Plan élargi brièvement sur les rochers.                                                               

Rameau, Pièces de clavecin (1724) « « Les Niais de Sologne », Blandine Rannou (ZZT 2001)

J. – Faites attention François, vous écrasez les croissants ! Et puis vous me faites mal ! Vous devriez ôter vos lunettes !

F. – Ce ne sont pas mes lunettes, c’est la visière de mon casque…

Bref instant de répit. Retour du jeune mineur malicieux, la pelle sur l’épaule qui pèle.

m (le mineur, brandissant la pelle). – Il me semble que vous avez égaré votre pelle…

H (ramassant puis brandissant la pioche). – Il me semble que vous avez égaré votre pioche – cette pioche qui manque à l’appel.

Les deux antagonistes procèdent alors à « l’échange » (en utilisant toujours les techniques du lancer du marteau et du javelot).

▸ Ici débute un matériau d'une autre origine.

package bounds

import (
	"context"
	"errors"
	"fmt"
	"math"
)

// PlanRequest asks for the cheapest one-dimensional grid whose certified
// error is at most Tol (PlanGrid). The function is given either exactly, as
// a Family, or only by its decay, as a pair of envelopes; exactly one of
// the two must be set.
//
// The error is that of the sampled sum
//
//	T = h Σ_{k=lo}^{hi} f(s + hk) e^{-iξ(s+hk)}   against   F(ξ),
//
// computed in double precision, for every frequency ξ of Band (Band{} asks
// for the integral, ξ = 0) and, unless FixedShift is set, for every shift
// (see Plan for the shift convention).
type PlanRequest struct {
	// Family is the function, known exactly; nil for an envelope plan.
	Family Family
	// Spatial and Spectral bound |f| and |F| when Family is nil. The plan
	// then holds for every function within both envelopes.
	Spatial, Spectral Envelope
	// Tol is the tolerance on the absolute error, > 0.
	Tol float64
	// Band is the set of frequencies |ξ - Center| ≤ HalfWidth where the
	// sampled transform must be within Tol; Band{} is the integral.
	Band Band
	// Resolution, if > 0, is the frequency spacing Δξ the sampled transform
	// must resolve: the window must span N·h ≥ 2π/Δξ (the spacing of a
	// discrete Fourier transform of N samples of step h is 2π/(N·h)).
	Resolution float64
	// FixedShift asks for a plan that holds for the one shift Shift instead
	// of every shift: the samples are then exactly Shift + h·k.
	FixedShift bool
	Shift      float64
	// Cost prices the grid and restricts its count (CostModel).
	Cost CostModel
	// SampleUlps is the error of each computed sample f(x_k) in units of the
	// unit roundoff 2⁻⁵³; 0 means 1 (correctly rounded samples).
	SampleUlps float64
	// MaxCount caps the sample count; 0 means DefaultPlanMaxCount. A request
	// that needs more fails with an error wrapping ErrWorkLimit.
	MaxCount int64
	// MaxTerms caps the terms of each interval evaluation (Settings.MaxTerms).
	MaxTerms int64
}

// DefaultPlanMaxCount is the sample limit of a plan when the request sets
// none (2⁴⁰, about 10¹²).
const DefaultPlanMaxCount = 1 << 40

// Plan is a planned grid with its certificate.
//
// Shift convention: the grid is Grid{Step: h, Count: N, Shift: s} with the
// samples s + h·k, k = -⌊(N-1)/2⌋, …, ⌊N/2⌋ (see Grid), so the window
// [first, last] is centred on s for odd N and on s + h/2 for even N. By
// default (any shift) the planner centres the window on the function's
// centre c — the midpoint of the centres of its spatial envelope — by
// taking s = c for odd N and s = c - h/2 for even N, and the certificate
// holds for every shift in [s - h/2, s + h/2]: wherever the samples fall,
// as long as the window's centre stays within h/2 of c. With a fixed shift
// s is the requested shift and the certificate holds for it alone.
type Plan struct {
	Grid Grid
	// Window encloses the first and last sample positions.
	Window Interval
	// Span is N·h; 2π/Span is the frequency spacing of the sampled
	// transform.
	Span float64
	// AnyShift is true when Budget holds for every shift in
	// [Grid.Shift - h/2, Grid.Shift + h/2].
	AnyShift bool
	// Cost is the price of the grid under the request's cost model.
	Cost float64
	// Budget is the certificate: the itemised error bound computed for
	// this grid by FamilyBudget or EnvelopeBudget in interval arithmetic,
	// with Budget.Total ≤ Tol.
	Budget Budget
	// Model is the float64 model's estimate of Budget.Total that the
	// search used.
	Model float64
	// Verifications counts the interval evaluations made (1 unless the
	// first candidate failed its certificate).
	Verifications int
}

Chacun récupère le projectile qui a manqué de peu sa cible, puis marche sur l’adversaire et s’immobilise, fixant l’autre intensément comme font les cow-boys avant de dégainer. Silence tendu à se rompre.

m. – Puis-je connaître vos intentions ?

H. – J’attends la mer, elle ne devrait plus tarder…

m. – Elle ne viendra pas ! Elle fait la grève… Sous la plage, les pavés !

H. – Je vais attendre la fin de la grève.

m. – La grève illimitée !… Illimitée… (S’éloignant.)

Dezoomage jusqu’au plan large sur l’étendue de sable. « Illimité » pourrait être répété diminuendo comme le « Je suis un homme libre » du N°6 dans un même contexte (« Le Prisonnier », Patrick McGoohan).

Enfin seul, notre homme prend la liberté de descendre son maillot 1900 jusqu’à la taille ; puis il dévisse une nouvelle fois son tube de crème solaire. Le plan large s’élargissant vers la mer nous permet de voir arriver un homme, style garde-côte, en maillot de bain (en fait, un string) avec tee-shirt « Coast Guard » ou équivalent (on aperçoit son pédalo de fonction à l’arrière-plan). Le garde accoste l’Homme.